### WHAT YOU ARE ASKED TO DO
Search the records for the string "spanYoung". Copy each line where it occurs.

### THE INPUT
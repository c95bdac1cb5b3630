import { useQuery } from "@tanstack/react-query";
import type { ThreeTimer, ThreeTimerRowDto } from "@shared/schemas/occurrences";
import { Card } from "../../components/Card";
import { Caution } from "../../components/Caution";
import { ErrorState } from "../../components/ErrorState";
import { LoadingState } from "../../components/LoadingState";
import { api } from "../../lib/api";
import { queryKeys } from "../../lib/queryKeys";
import { studyApiPath } from "../../lib/queries/paths";

/** GET /api/studies/:studyId/occurrences/three-timer?boundaryMa: three-timer sampling per stage and at the boundary. */
function useThreeTimer(studyId: string, boundaryMa: number) {
  return useQuery({
    queryKey: [...queryKeys.studies.detail(studyId), "occurrences", "three-timer", boundaryMa] as const,
    queryFn: ({ signal }) => api.get<ThreeTimer>(`${studyApiPath(studyId, "/occurrences/three-timer")}?boundaryMa=${encodeURIComponent(String(boundaryMa))}`, signal),
  });
}

const fixed = (value: number | null, digits = 2) => (value === null ? "—" : value.toFixed(digits));

function StageTile({ side, row }: { side: string; row: ThreeTimerRowDto | null }) {
  return (
    <div className="rounded-lg bg-stone-50 px-4 py-3" data-sampling-side={side}>
      <p className="text-sm text-stone-600">{side}</p>
      {row ? (
        <>
          <p className="font-semibold">{row.label}</p>
          <p className="text-2xl font-semibold tabular-nums">{fixed(row.samplingCompleteness)}</p>
          <p className="text-sm text-stone-600 tabular-nums">
            sampling completeness · {row.t3} three-timers, {row.partTimers} part-timers
          </p>
        </>
      ) : (
        <p className="text-sm text-stone-600">No finds reach this stage.</p>
      )}
    </div>
  );
}

/** How completely the stages on both sides of the boundary were sampled (three-timer method), with a warning when low. */
export function SamplingCompleteness({ studyId, boundaryMa }: { studyId: string; boundaryMa: number }) {
  const threeTimer = useThreeTimer(studyId, boundaryMa);
  if (threeTimer.isPending) return <LoadingState label="Reading the occurrences" />;
  if (threeTimer.isError) return <ErrorState error={threeTimer.error} title="Sampling could not be computed" onRetry={() => void threeTimer.refetch()} />;
  const data = threeTimer.data;
  if (data.occurrenceCount === 0) {
    return (
      <Card title="Sampling around the boundary" description="Needs occurrences: upload the dated finds on the Imports screen to see how well each stage was sampled.">
        <p className="text-sm text-stone-600">No occurrences in this study yet.</p>
      </Card>
    );
  }
  const boundary = data.boundary;
  return (
    <Card title="Sampling around the boundary" description={data.method}>
      <div className="space-y-4">
        <div className="grid gap-3 sm:grid-cols-2">
          <StageTile side="Stage below the boundary" row={boundary?.below ?? null} />
          <StageTile side="Stage above the boundary" row={boundary?.above ?? null} />
        </div>
        {boundary?.warnings.map((warning) => (
          <Caution key={warning} title="Sampling may distort the outcome">
            {warning}
          </Caution>
        ))}
        <details className="text-sm">
          <summary className="cursor-pointer font-medium">Three-timer counts and rates of every stage</summary>
          <div className="mt-2 max-h-80 overflow-auto rounded-lg border border-stone-200">
            <table className="min-w-full text-left">
              <caption className="sr-only">Three-timer counts and rates per stage, oldest first</caption>
              <thead className="sticky top-0 bg-stone-50 text-stone-600">
                <tr>
                  {["Stage", "Finds", "Taxa", "Three-timers", "Part-timers", "Completeness", "Extinction", "Origination"].map((h) => (
                    <th key={h} scope="col" className="px-3 py-1.5 font-semibold">
                      {h}
                    </th>
                  ))}
                </tr>
              </thead>
              <tbody className="divide-y divide-stone-100 tabular-nums">
                {data.stages.map((s) => (
                  <tr key={s.bin}>
                    <td className="px-3 py-1">{s.label}</td>
                    <td className="px-3 py-1">{s.occurrences}</td>
                    <td className="px-3 py-1">{s.sampled}</td>
                    <td className="px-3 py-1">{s.t3}</td>
                    <td className="px-3 py-1">{s.partTimers}</td>
                    <td className="px-3 py-1">{fixed(s.samplingCompleteness)}</td>
                    <td className="px-3 py-1">{fixed(s.extinction, 3)}</td>
                    <td className="px-3 py-1">{fixed(s.origination, 3)}</td>
                  </tr>
                ))}
              </tbody>
            </table>
          </div>
          {data.straddling > 0 && <p className="mt-1 text-stone-600">{data.straddling} finds are dated across a stage limit and count in no stage.</p>}
        </details>
      </div>
    </Card>
  );
}
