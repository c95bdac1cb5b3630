import { useId, useState } from "react";
import { BOUNDARY_MARK_COLOUR, REFERENCE_COLOUR, RISK_COLOUR, SUMMARY_COLOUR } from "../../components/chartColours";
import type { BarCustomLayerProps, BarTooltipProps } from "@nivo/bar";
import { DeferredBar } from "../../components/deferredCharts";
import type { RatesResult, StageRates } from "@shared/schemas/outcomes";
import { Card } from "../../components/Card";
import { ErrorState } from "../../components/ErrorState";
import { cx } from "../../lib/cx";
import { LoadingState } from "../../components/LoadingState";
import { formatCount, pluralize } from "../../lib/format";
import { useRates } from "./api";
import { formatAgeNumber, formatMa } from "../../components/timescale/ages";
import { formatPercent, formatRate, formatWholePercent } from "./words";
import { CHART_FONT, CHART_THEME } from "../../components/chartTheme";

type Measure = "proportionalExtinction" | "q" | "qPerMyr";

const MEASURES: ReadonlyArray<{ value: Measure; label: string; axis: string }> = [
  { value: "proportionalExtinction", label: "Proportional extinction", axis: "Last seen in the stage" },
  { value: "q", label: "Per-capita rate, per stage", axis: "q per stage" },
  { value: "qPerMyr", label: "Per-capita rate, per Myr", axis: "q per Myr" },
];

// From the app's one palette: other stages in the reference grey, the crisis in the red of "more extinction".
const COLOR = { bar: REFERENCE_COLOUR, crisis: RISK_COLOUR.higher, boundary: BOUNDARY_MARK_COLOUR, threshold: SUMMARY_COLOUR, text: "#57534e" };


type StageDatum = { stage: string; value?: number };

function formatValue(measure: Measure, value: number): string {
  return measure === "proportionalExtinction" ? formatPercent(value) : formatRate(value);
}

/** The stage whose losses a boundary at `age` ends: the stage with top <= age < base, or the last one ending exactly there. */
function stageEndingAt(stages: StageRates[], age: number): StageRates | undefined {
  return stages.find((s) => s.top <= age + 1e-9 && age < s.base - 1e-9);
}

/**
 * Extinction through time: one bar per stage the study's taxa span, oldest at the left, the chosen
 * boundary drawn as a line and the stage it closes in red, so the crisis can be read against the background.
 */
export function RatesChart({ studyId, boundary }: { studyId: string; boundary: number | null }) {
  const rates = useRates(studyId);
  const [measure, setMeasure] = useState<Measure>("proportionalExtinction");

  return (
    <Card
      title="Extinction through time"
      description="Every stage the study’s taxa span, oldest at the left, with the chosen boundary marked. Ranges as coded; outcomes set by hand do not change these bars."
    >
      {rates.isPending && <LoadingState label="Loading the rates through time" lines={4} />}
      {rates.isError && <ErrorState error={rates.error} title="The rates through time could not be loaded" onRetry={() => void rates.refetch()} />}
      {rates.isSuccess && rates.data.stages.length === 0 && (
        <p className="rounded-lg border border-dashed border-stone-300 px-4 py-8 text-center text-[15px] text-stone-500">
          No taxon has a usable range yet, so there is nothing to chart. Enter first and last appearances in the trait table.
        </p>
      )}
      {rates.isSuccess && rates.data.stages.length > 0 && <RatesBody data={rates.data} boundary={boundary} measure={measure} onMeasure={setMeasure} />}
    </Card>
  );
}

function RatesBody({ data, boundary, measure, onMeasure }: { data: RatesResult; boundary: number | null; measure: Measure; onMeasure: (m: Measure) => void }) {
  const helpId = useId();
  const measureName = useId();
  const stages = data.stages;
  const crisis = boundary === null ? undefined : stageEndingAt(stages, boundary);
  const spanOld = stages[0].base;
  const spanYoung = stages[stages.length - 1].top;
  const boundaryOutside = boundary !== null && !crisis;
  const chartData: StageDatum[] = stages.map((s) => (s[measure] === null ? { stage: s.label } : { stage: s.label, value: s[measure] as number }));
  const measureInfo = MEASURES.find((m) => m.value === measure)!;
  const missingBars = stages.filter((s) => s[measure] === null).length;

  const maxValue = Math.max(...chartData.map((d) => d.value ?? 0));
  const yMax = measure === "proportionalExtinction" ? 1 : maxValue > 0 ? maxValue * 1.15 : 1;

  return (
    <>
      <fieldset>
        <legend className="sr-only">Measure shown</legend>
        <div className="inline-flex flex-wrap rounded-lg border border-stone-300 bg-stone-100 p-0.5">
          {MEASURES.map((m) => (
            <label
              key={m.value}
              className={cx(
                "cursor-pointer rounded-md px-3 py-1.5 text-sm font-medium transition-colors has-[:focus-visible]:ring-2 has-[:focus-visible]:ring-accent-500",
                measure === m.value ? "bg-white text-stone-900 shadow-sm" : "text-stone-600 hover:text-stone-900",
              )}
            >
              <input type="radio" name={measureName} value={m.value} checked={measure === m.value} onChange={() => onMeasure(m.value)} className="sr-only" />
              {m.label}
            </label>
          ))}
        </div>
      </fieldset>

      <div className="mt-4 h-80" data-testid="rates-chart">
        <DeferredBar<StageDatum>
          data={chartData}
          keys={["value"]}
          indexBy="stage"
          margin={{ top: 28, right: 16, bottom: 72, left: 64 }}
          padding={0.25}
          valueScale={{ type: "linear", min: 0, max: yMax }}
          colors={(bar) => (crisis && bar.indexValue === crisis.label ? COLOR.crisis : COLOR.bar)}
          theme={CHART_THEME}
          enableLabel={false}
          animate={false}
          axisBottom={{ tickSize: 4, tickPadding: 6, tickRotation: stages.length > 8 ? -40 : 0 }}
          axisLeft={{
            tickSize: 4,
            tickPadding: 6,
            format: (v: number) => (measure === "proportionalExtinction" ? formatPercent(v).replace(".0%", "%") : formatRate(v)),
            legend: measureInfo.axis,
            legendPosition: "middle",
            legendOffset: -54,
          }}
          layers={[
            "grid",
            "axes",
            "bars",
            (layer: BarCustomLayerProps<StageDatum>) => (measure === "proportionalExtinction" ? <ThresholdMark layer={layer} proportion={data.threshold.proportion} /> : null),
            (layer: BarCustomLayerProps<StageDatum>) => (boundary !== null && crisis ? <BoundaryMark layer={layer} stages={stages} crisis={crisis} boundary={boundary} /> : null),
          ]}
          tooltip={(props: BarTooltipProps<StageDatum>) => <StageTooltip stage={stages[props.index]} measure={measure} />}
          role="img"
          ariaLabel={`${measureInfo.label} per stage, ${stages[0].label} to ${stages[stages.length - 1].label}${crisis ? `; boundary at ${formatMa(boundary!)}, closing the ${crisis.label}` : ""}`}
          ariaDescribedBy={helpId}
        />
      </div>

      <div id={helpId} className="mt-3 space-y-2 text-sm text-stone-600">
        <p className="flex flex-wrap gap-x-5 gap-y-1">
          <span className="inline-flex items-center gap-2">
            <span className="inline-block size-3 rounded-sm" style={{ background: COLOR.crisis }} aria-hidden="true" />
            {crisis ? `The ${crisis.label}, the stage the boundary closes` : "Stage the boundary closes"}
          </span>
          <span className="inline-flex items-center gap-2">
            <span className="inline-block h-3 w-0.5" style={{ background: COLOR.boundary }} aria-hidden="true" />
            The chosen boundary
          </span>
          {measure === "proportionalExtinction" && (
            <span className="inline-flex items-center gap-2">
              <span className="inline-block w-5 border-t-2 border-dashed" style={{ borderColor: COLOR.threshold }} aria-hidden="true" />
              {formatWholePercent(data.threshold.proportion)} line
            </span>
          )}
        </p>
        {boundary === null && <p>Choose a boundary above to mark it on the chart.</p>}
        {boundaryOutside && (
          <p>
            The boundary at {formatMa(boundary!)} lies outside the stages the study’s taxa span ({formatMa(spanOld)} to {formatMa(spanYoung)}).
          </p>
        )}
        <p>
          <span className="font-medium text-stone-800">Reading the bars.</span> {data.threshold.note} The oldest and youngest stages of the span
          show edge effects: there every taxon is first or last seen within the study’s own range of ages.
        </p>
        <p>
          {data.method} Chart v{data.timescaleVersion}. {pluralize(data.taxaUsed, "taxon", "taxa")} with a usable range.
          {data.leftOut.missingRange + data.leftOut.invalidRange > 0 &&
            ` Left out: ${formatCount(data.leftOut.missingRange)} with a missing range, ${formatCount(data.leftOut.invalidRange)} with an unusable one.`}
          {missingBars > 0 && ` ${pluralize(missingBars, "stage")} without a bar: the measure is undefined there (no taxon, or no taxon crossing both limits of the stage).`}
        </p>
      </div>

      <details className="mt-4">
        <summary className="cursor-pointer text-sm font-medium text-accent-700 hover:text-accent-900">Numbers per stage</summary>
        <StageTable stages={stages} crisis={crisis} />
      </details>
    </>
  );
}

/** The chosen boundary as a vertical line: in the gap after the stage it closes, or inside a stage, to scale, for a custom age. */
function BoundaryMark({ layer, stages, crisis, boundary }: { layer: BarCustomLayerProps<StageDatum>; stages: StageRates[]; crisis: StageRates; boundary: number }) {
  const x = layer.xScale as unknown as { (stage: string): number; bandwidth(): number };
  const band = x.bandwidth();
  const next = stages[stages.indexOf(crisis) + 1];
  const atTop = Math.abs(crisis.top - boundary) < 1e-9;
  const position = atTop && next ? (x(crisis.label) + band + x(next.label)) / 2 : x(crisis.label) + band * ((crisis.base - boundary) / (crisis.base - crisis.top));
  const labelLeft = position > layer.innerWidth * 0.7;
  return (
    <g aria-hidden="true">
      <line x1={position} x2={position} y1={-8} y2={layer.innerHeight} stroke={COLOR.boundary} strokeWidth={2} />
      <text
        x={labelLeft ? position - 4 : position + 4}
        y={-12}
        textAnchor={labelLeft ? "end" : "start"}
        fill={COLOR.boundary}
        style={{ fontFamily: CHART_FONT, fontSize: 12, fontWeight: 600 }}
      >
        Boundary {formatMa(boundary)}
      </text>
    </g>
  );
}

/** The teaching threshold as a dashed line across the proportional-extinction bars. */
function ThresholdMark({ layer, proportion }: { layer: BarCustomLayerProps<StageDatum>; proportion: number }) {
  const y = (layer.yScale as unknown as (v: number) => number)(proportion);
  return (
    <g aria-hidden="true">
      <line x1={0} x2={layer.innerWidth} y1={y} y2={y} stroke={COLOR.threshold} strokeWidth={1.5} strokeDasharray="6 4" />
      <text
        x={4}
        y={y - 5}
        fill={COLOR.threshold}
        stroke="white"
        strokeWidth={3}
        paintOrder="stroke"
        style={{ fontFamily: CHART_FONT, fontSize: 12, fontWeight: 500 }}
      >
        {formatWholePercent(proportion)}: a convention, see below
      </text>
    </g>
  );
}

function StageTooltip({ stage, measure }: { stage: StageRates; measure: Measure }) {
  const value = stage[measure];
  return (
    <div className="rounded-lg border border-stone-200 bg-white px-3 py-2 text-sm shadow-md">
      <p className="font-semibold text-stone-900">{stage.label}</p>
      <p className="text-stone-600 tabular-nums">
        {formatAgeNumber(stage.base)}–{formatMa(stage.top)} · {pluralize(stage.taxonCount, "taxon", "taxa")}
      </p>
      <p className="mt-1 text-stone-900 tabular-nums">{value === null ? "Undefined" : formatValue(measure, value)}</p>
    </div>
  );
}

function StageTable({ stages, crisis }: { stages: StageRates[]; crisis: StageRates | undefined }) {
  const cell = "px-3 py-1.5 text-right tabular-nums";
  const show = (v: number | null, f: (n: number) => string) => (v === null ? "—" : f(v));
  return (
    <div className="mt-3 overflow-x-auto">
      <table className="w-full min-w-[44rem] text-sm">
        <caption className="sr-only">Boundary-crosser counts and extinction per stage, oldest first</caption>
        <thead className="border-b border-stone-200 text-stone-500">
          <tr>
            <th scope="col" className="px-3 py-1.5 text-left font-medium">
              Stage
            </th>
            <th scope="col" className={cx(cell, "font-medium")}>
              Ma
            </th>
            <th scope="col" className={cx(cell, "font-medium")} title="Taxa present in the stage">
              Taxa
            </th>
            <th scope="col" className={cx(cell, "font-medium")} title="Crossing both the base and the top">
              Through
            </th>
            <th scope="col" className={cx(cell, "font-medium")} title="Crossing the base, last seen in the stage">
              Lost
            </th>
            <th scope="col" className={cx(cell, "font-medium")} title="First and last seen in the stage">
              Only here
            </th>
            <th scope="col" className={cx(cell, "font-medium")}>
              q per stage
            </th>
            <th scope="col" className={cx(cell, "font-medium")}>
              q per Myr
            </th>
            <th scope="col" className={cx(cell, "font-medium")}>
              Proportional extinction
            </th>
          </tr>
        </thead>
        <tbody className="divide-y divide-stone-100">
          {stages.map((s) => (
            <tr key={s.name} data-stage={s.name} className={s === crisis ? "bg-red-50/70" : undefined}>
              <th scope="row" className="px-3 py-1.5 text-left font-medium text-stone-900">
                {s.label}
              </th>
              <td className={cell}>
                {formatAgeNumber(s.base)}–{formatAgeNumber(s.top)}
              </td>
              <td className={cell}>{formatCount(s.taxonCount)}</td>
              <td className={cell}>{formatCount(s.nbt)}</td>
              <td className={cell}>{formatCount(s.nbL)}</td>
              <td className={cell}>{formatCount(s.nFL)}</td>
              <td className={cell}>{show(s.q, formatRate)}</td>
              <td className={cell}>{show(s.qPerMyr, formatRate)}</td>
              <td className={cell}>{show(s.proportionalExtinction, formatPercent)}</td>
            </tr>
          ))}
        </tbody>
      </table>
      <p className="mt-2 text-xs text-stone-500">
        Through: crosses the stage’s base and top. Lost: crosses the base and is last seen in the stage. Only here: first and last seen in the stage. q =
        −ln(through ÷ (through + lost)).
      </p>
    </div>
  );
}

### TASK RESULT
  const spanYoung = stages[stages.length - 1].top;
            The boundary at {formatMa(boundary!)} lies outside the stages the study’s taxa span ({formatMa(spanOld)} to {formatMa(spanYoung)}).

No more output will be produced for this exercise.